Footage, Image & Canvas
When talking about the movement stabilization of video, we have to distinguish several frames of reference. The image elements featured by the footage move around irregularly within the footage’s original image boundaries – this is the very reason why we are using the stabilizer. When our attempt at stabilization was successful, the image elements can be considered stable now, while in exchange the footage’s image boundaries have taken on irregular movement and jump around in the opposite way. This is the immediate consequence of the stabilizer’s activity.

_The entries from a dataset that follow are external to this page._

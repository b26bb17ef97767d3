/**
 * Unit checks: each catalogue item that applies to a unit marked ok, defect or not applicable,
 * with measured values evaluated by shared/calc. Recorded even when everything is ok (coverage).
 * POST /jobs/:jobId/units/:unitId/checks   inspector, GC manager (Idempotency-Key) → 201 UnitCheckDto;
 *                                          409 open_finding_on_item for an OK on an item with an unresolved finding
 * GET  /jobs/:jobId/units/:unitId/checks   inspector, GC manager → UnitChecksResponse (state + history)
 * Write: commands/recordUnitCheck.ts; reads: services/checks.ts.
 */
import { Router } from 'express';
import type { z } from 'zod';
import { checkListQuerySchema, checkUnitParamsSchema, recordCheckSchema } from '../../shared/schemas/findings';
import { recordUnitCheck } from '../commands/recordUnitCheck';
import { valid, validate } from '../middleware/validate';
import { policy } from '../policies';
import { unitChecks } from '../services/checks';
import { idempotentWrite } from '../services/idempotency';
import { pageRequest } from '../services/paging';
import { sequelizeOf } from '../services/records';

const CHECK_ROLES = ['gc_manager', 'inspector'] as const;

export function checksRouter(): Router {
  const router = Router();

  router.post(
    '/jobs/:jobId/units/:unitId/checks',
    policy.jobMember(CHECK_ROLES),
    validate({ params: checkUnitParamsSchema, body: recordCheckSchema }),
    async (req, res) => {
      const { unitId } = valid<z.infer<typeof checkUnitParamsSchema>>(req.valid.params);
      const body = valid<z.infer<typeof recordCheckSchema>>(req.valid.body);
      await idempotentWrite(req, res, async (transaction) => {
        const ctx = { sequelize: sequelizeOf(req), transaction, job: req.membership!.job, actor: req.user! };
        return { status: 201, body: await recordUnitCheck(ctx, unitId, body) };
      });
    },
  );

  router.get(
    '/jobs/:jobId/units/:unitId/checks',
    policy.jobMember(CHECK_ROLES),
    validate({ params: checkUnitParamsSchema, query: checkListQuerySchema }),
    async (req, res) => {
      const { unitId } = valid<z.infer<typeof checkUnitParamsSchema>>(req.valid.params);
      const page = () => pageRequest(req, { sort: '-checkedAt', value: 'timestamp' });
      res.json(await unitChecks(sequelizeOf(req), req.membership!.job, unitId, page));
    },
  );

  return router;
}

Since the actual image elements, i.e. the subject of our footage can be considered stable now, we may use these as a new frame of reference: we consider them attached to a fixed backdrop, which we call the canvas. Introducing this concept of a “canvas” helps to deal with deliberate movements of the camera. And beyond that, it yields an additional benefit: It is very frequent for the pixels of video footage to be non-square. So we have to stretch and expand those pixels, before we’re able to perform any sensible rotation stabilization. Thus the canvas becomes, by definition, the reference for an undistorted display of the image contents.
But when the camera was moved intentionally, we have to consider yet another frame of reference beyond the canvas: namely the frame (or “cadre”) of the final image we want to create. To understand this distinction, let’s consider a hand-held, panning shot to the right: Since our camera was turned towards the right side, the actual image contents move towards the left side within the original image frame. But let’s assume the stabilizer was successful with “fixing” any image contents relative to the canvas – which in turn means, that the original image boundaries start to move irregularly towards the right side, and the contents of the image will begin to disappear gradually behind the left boundary of the original image. After some amount of panning, we’ll have lost all of our original contents and just see an empty black image backdrop. The only solution to deal with that problem is to move the final image frame along to the right, thus following the originally intended panning movement. Of course, this time, we do want to perform this newly added panning movement in a smooth and clean way.
To allow for such a compensation and to reintroduce deliberate panning, or tilting and zoom of the resulting image, the stabilizer offers a dedicated set of controls: Expected position, Expected rotation and Expected scale. These act like the controls of a virtual camera filming the contents we have fixed onto the canvas. By animating those parameters, we’re able to perform all kinds of deliberate camera movements in a smooth fashion.
The “Dancing” Black Borders
As explained above, when we succeed with stabilizing the image contents, the boundaries of the original footage start to jump around in the opposite direction of the movements compensated. This is inevitable – yet very annoying, since due to the irregular nature of these movements, these “dancing black borders” tend to distract attention from the actual subject and introduce an annoying restlessness. Thus our goal must be to hide those dancing borders as good as possible. A simple solution is to add a small amount of zoom. Sometimes we’ll also need to animate the parameter Expected position in order to keep the image centered as good as we can – this helps to reduce the amount of zoom necessary to remove those annoying borders.
The Autoscale function can be used to find the minimal amount of zoom just sufficient to remove those black borders completely. However, if the camera jumps a lot, the autoscale function often zooms in too much, especially since this calculation aims at finding a single, static zoom factor for the whole duration of the footage. When this happens, you’ll typically get overall better results with animating both the zoom factor and the expected position manually.